START Listed records

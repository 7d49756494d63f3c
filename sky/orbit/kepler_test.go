package orbit

import (
	"math"
	"testing"

	"pgregory.net/rapid"

	"example.org/tallystick/sky/outside"
)

func TestEccentricAnomaly(t *testing.T) {
	for _, r := range outside.Rows(t, "orbits.csv", "ORB-001", "ORB-002", "ORB-003") {
		if _, ok := r.Inputs["M_rad"]; ok {
			r.Check(EccentricAnomaly(r.Num("M_rad"), r.Num("e")))
			continue
		}
		r.Check(EccentricAnomaly(r.Num("M_deg")*degToRad, r.Num("e")) / degToRad)
	}
}

func TestTrueAnomaly(t *testing.T) {
	for _, r := range outside.Rows(t, "orbits.csv", "ORB-004", "ORB-005", "ORB-007", "ORB-008") {
		o := mustNew(t, Elements{PeriodDays: 360, PeriastronMJD: 1000, Eccentricity: r.Num("e")})
		r.Check(360 * fraction(o.trueAnomalyTurns(1000+r.Num("M_deg"))))
	}
}

// The solution satisfies Kepler's equation to rounding, whatever the anomaly and eccentricity.
func TestKeplerResidual(t *testing.T) {
	rapid.Check(t, func(t *rapid.T) {
		m := rapid.Float64Range(-20, 20).Draw(t, "m")
		e := rapid.OneOf(rapid.Float64Range(0, 0.999), rapid.Float64Range(0.9, 0.999)).Draw(t, "e")
		x := EccentricAnomaly(m, e)
		// Rounding of the difference of two nearly equal terms is all that may remain.
		if res := math.Abs(x - e*math.Sin(x) - m); !(res < 1e-14*(1+math.Abs(m))) {
			t.Fatalf("m %g e %g: residual %g", m, e, res)
		}
	})
}

func TestMeanFromTrueIsTheWayBack(t *testing.T) {
	rapid.Check(t, func(t *rapid.T) {
		m := rapid.Float64Range(-3, 3).Draw(t, "m")
		e := rapid.Float64Range(0, 0.95).Draw(t, "e")
		whole := math.Round(m)
		nu := whole + trueAnomaly(EccentricAnomaly((m-whole)*turn, e), e)/turn
		if back := meanFromTrue(nu, e); math.Abs(back-m) > 1e-13 {
			t.Fatalf("m %.17g e %g: back %.17g", m, e, back)
		}
	})
}

func TestEccentricAnomalyOutsideItsRange(t *testing.T) {
	for _, e := range []float64{-0.1, 1, 2, math.NaN()} {
		if x := EccentricAnomaly(1, e); !math.IsNaN(x) {
			t.Errorf("e %g: got %g, want NaN", e, x)
		}
	}
}

func BenchmarkEccentricAnomaly(b *testing.B) {
	for _, e := range []struct {
		name string
		e    float64
	}{{"0.1", 0.1}, {"0.6", 0.6}, {"0.95", 0.95}} {
		b.Run("e="+e.name, func(b *testing.B) {
			sum, m := 0.0, 0.0
			for b.Loop() {
				sum += EccentricAnomaly(m, e.e)
				if m += 0.0137; m > math.Pi {
					m -= turn
				}
			}
			_ = sum
		})
	}
}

END Listed records

**The problem:** Every line containing the word "rapid" must be copied from the material above.

**Result for this task:**
	"pgregory.net/rapid"
	rapid.Check(t, func(t *rapid.T) {
		m := rapid.Float64Range(-20, 20).Draw(t, "m")
		e := rapid.OneOf(rapid.Float64Range(0, 0.999), rapid.Float64Range(0.9, 0.999)).Draw(t, "e")
	rapid.Check(t, func(t *rapid.T) {
		m := rapid.Float64Range(-3, 3).Draw(t, "m")
		e := rapid.Float64Range(0, 0.95).Draw(t, "e")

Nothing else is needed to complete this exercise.